The input sequence is encoded once, providing a constant representation that the decoder uses for each time step during inference.

Given:
- $ X = \{x_1, x_2, \dots, x_n\} $, the **input sequence** of length $ n $.

The encoder transforms $ X $ into an encoded representation $ Z_{\text{encoder}} $:
$$
Z_{\text{encoder}} = \text{Encoder}(X)
$$
This output $ Z_{\text{encoder}} $ remains constant for each generated token.



## 2. Autoregressive Loop for Generating Tokens

The model generates tokens one at a time in a loop, relying on its own predictions to continue generating the sequence.

For each time step $ t = 1 $ to $ m $ (until reaching the desired output length or a stopping condition):

### a.

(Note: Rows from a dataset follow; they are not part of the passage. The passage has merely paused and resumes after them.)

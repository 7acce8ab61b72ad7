import { makeTemplate } from './template-database.js'
import { readTestUrls, withDatabase } from './test-urls.js'
import { TYPES_FILE, writeTypes } from '../platform/database/codegen.js'

/** `npm run codegen -w api`: the tables' types, from a database made of the migrations as they are now. */
const urls = readTestUrls()
writeTypes(withDatabase(urls.owner, await makeTemplate(urls)))
console.log(`Wrote ${TYPES_FILE}`)
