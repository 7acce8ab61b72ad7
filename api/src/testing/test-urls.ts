/**
 * Where the tests find PostgreSQL: TEST_ADMIN_URL may create roles and databases. The other two addresses
 * are needed only where those roles sign in with secrets of their own.
 */
export interface TestUrls {
  admin: string
  owner: string
  app: string
}

export function readTestUrls(env: NodeJS.ProcessEnv = process.env): TestUrls {
  const admin = env['TEST_ADMIN_URL']
  if (!admin) {
    throw new Error(
      'Database tests need TEST_ADMIN_URL, a superuser’s address of a throw-away PostgreSQL (npm test sets it).',
    )
  }
  return {
    admin,
    owner: env['TEST_OWNER_URL'] ?? asRole(admin, 'weirlight_owner'),
    app: env['TEST_APP_URL'] ?? asRole(admin, 'weirlight_app'),
  }
}

function asRole(url: string, role: string): string {
  const changed = new URL(url)
  changed.username = role
  changed.password = ''
  return changed.href
}

export function withDatabase(url: string, name: string): string {
  const changed = new URL(url)
  changed.pathname = `/${name}`
  return changed.href
}

export function roleOf(url: string): string {
  return decodeURIComponent(new URL(url).username)
}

Decoder Input at Time Step $ t $
- The decoder receives all previously generated tokens $ \{ \hat{y}_1, \hat{y}_2, \dots, \hat{y}_{t-1} \} $ as input to predict the next token.
- Formally, let $ \hat{Y}_{\text{input}}^{(t)} = \{ \hat{y}_1, \hat{y}_2, \dots, \hat{y}_{t-1} \} $.

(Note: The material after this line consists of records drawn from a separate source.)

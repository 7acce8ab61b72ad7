import type { Actor, Role } from '@weirlight/shared/permissions'
import { SYSTEM } from '../platform/database/acting.js'
import type { Database } from '../platform/database/database.js'

let count = 0

/** An active account; a client's utility is made with it when none is given. */
export async function aUser(
  db: Database,
  { role = 'technician', name, clientId }: { role?: Role; name?: string; clientId?: string } = {},
): Promise<Actor> {
  count += 1
  const n = `${process.pid}-${count}`
  const client = role === 'client' ? (clientId ?? (await aClient(db)).id) : null
  return db.transaction(SYSTEM, 'user.invite', null, async (trx) => {
    const row = await trx
      .insertInto('users')
      .values({
        email: `${role}-${n}@people.example`,
        name: name ?? `Test ${role} ${count}`,
        role,
        clientId: client,
        status: 'active',
      })
      .returning(['id', 'name'])
      .executeTakeFirstOrThrow()
    return { userId: row.id, name: row.name, role, clientId: client }
  })
}

export async function aProgramme(db: Database): Promise<{ id: string }> {
  count += 1
  return db.transaction(SYSTEM, 'programme.load', null, (trx) =>
    trx
      .insertInto('programmes')
      .values({
        code: `TEST-${process.pid}-${count}`,
        name: `Test programme ${count}`,
        displayUnit: 'mg/L',
        ties: 'half-even',
        nonDetect: 'less-than-loq',
      })
      .returning('id')
      .executeTakeFirstOrThrow(),
  )
}

export async function aClient(db: Database): Promise<{ id: string; name: string }> {
  const programme = await aProgramme(db)
  count += 1
  return db.transaction(SYSTEM, 'client.create', null, (trx) =>
    trx
      .insertInto('clients')
      .values({
        code: `T${process.pid}-${count}`,
        name: `Test utility ${count}`,
        programmeId: programme.id,
      })
      .returning(['id', 'name'])
      .executeTakeFirstOrThrow(),
  )
}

### b. Decoder Output at Time Step $ t $
- The decoder uses $ \hat{Y}_{\text{input}}^{(t)} $ and the encoder output $ Z_{\text{encoder}} $ to produce an output representation:
$$
Z_{\text{decoder}}^{(t)} = \text{Decoder}(\hat{Y}_{\text{input}}^{(t)}, Z_{\text{encoder}})
$$

### c. Prediction of Next Token at Time Step $ t $
- The decoder output $ Z_{\text{decoder}}^{(t)} $ is transformed into a probability distribution over the vocabulary using a softmax layer:
$$
\hat{y}_t = \text{softmax}(Z_{\text{decoder}}^{(t)} W_O)
$$
where $ W_O $ is the learned output weight matrix.

### d. Token Selection
- Based on the probability distribution $ \hat{y}_t $, the next token is selected (e.g., by choosing the most likely token, or by sampling from the distribution).
- Append $ \hat{y}_t $ to the generated sequence: $ \hat{Y} = \{ \hat{y}_1, \hat{y}_2, \dots, \hat{y}_t \} $.



## 3. Stopping Condition

The loop continues until a stopping condition is met:
- The model generates an **end-of-sequence** token, or
- The sequence reaches a predefined **maximum length**.

---



## 4. Overall Inference Process

The overall inference process involves generating a sequence token by token using the autoregressive approach. The model starts with an initial input and generates tokens until a stopping condition is met.

### Inference Loop
1. Encode the input sequence $ X $ to obtain $ Z_{\text{encoder}} $.
2. Initialize the generated sequence with a start token.
3. For each time step $ t $:
   - Use the previously generated tokens to predict the next token.
   - Append the predicted token to the generated sequence.
   - Check the stopping condition (end-of-sequence token or maximum length).

Repeat the process until the stopping condition is met.